Ich habe von der Uni Borland Together 2008 SP1 bekommen und installiert.

Danach habe ich ein relativ komplexes Projekt geladen (neues Java-Modellierungsprojekt) und habe dann den SRC in das Modellierungsprojekt eingefügt.

Nun habe ich aber das Problem, dass er mir immer nur package-intern ein Klassendiagramm zeichnet. Ich brauche aber von dem Projekt ein einzelnes großes, wo dann sämtliche Klassen mit ihren beziehungen stehen.

Wie mache ich das in Together ?

Ciao The_Unknown


----------



## Capasso (13. Mai 2009)

Hab mal vor langer Zeit mit Together gearbeitet und kann mich nur noch wage erinnern.

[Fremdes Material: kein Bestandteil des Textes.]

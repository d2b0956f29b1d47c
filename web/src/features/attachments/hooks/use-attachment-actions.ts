import { App } from 'antd';
import { useState } from 'react';
import { saveBlob } from '@/lib/save-blob';
import { type Attachment, fetchAttachmentBlob, useRemoveAttachment } from '../api/attachments-api';

const previewable = (attachment: Attachment) =>
  attachment.mediaType.startsWith('image/') || attachment.mediaType.startsWith('text/');

/**
 * What a reader does with a file: open it (a preview for images and text, else a new tab),
 * download it, or remove it; failures are said in a message.
 */
export function useAttachmentActions(calculationId: string) {
  const { message } = App.useApp();
  const remove = useRemoveAttachment(calculationId);
  const [previewing, setPreviewing] = useState<Attachment | null>(null);

  const open = (attachment: Attachment) => {
    if (previewable(attachment)) {
      setPreviewing(attachment);
      return;
    }
    // Opened before the bytes arrive, so the browser treats it as the user's own click.
    const tab = window.open('', '_blank');
    fetchAttachmentBlob(attachment).then(
      (blob) => {
        const url = URL.createObjectURL(blob);
        if (tab) tab.location.href = url;
        else saveBlob(blob, attachment.fileName);
      },
      (error: Error) => {
        tab?.close();
        void message.error(error.message);
      },
    );
  };

  return {
    open,
    /** The file shown in the preview, if any. */
    previewing,
    closePreview: () => setPreviewing(null),
    download: (attachment: Attachment) =>
      void fetchAttachmentBlob(attachment).then(
        (blob) => saveBlob(blob, attachment.fileName),
        (error: Error) => void message.error(error.message),
      ),
    remove: (attachment: Attachment) =>
      remove.mutateAsync(attachment.id).then(
        () => void message.success(`Removed ${attachment.fileName}.`),
        (error: Error) => void message.error(error.message),
      ),
  };
}

export type AttachmentActions = ReturnType<typeof useAttachmentActions>;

Man musste einfach ein neues leeres Klassendiagramm erstellen und dann konnte man, glaube ich, im Kontextmenü eine Verknüpfung hinzufügen.
Da hat man dann einfach alle Klassen ausgewählt die man benötigt.


----------



## The_Unknown (13. Mai 2009)

Ach sooo. Werde ich mal ausprobiern. Danke !


----------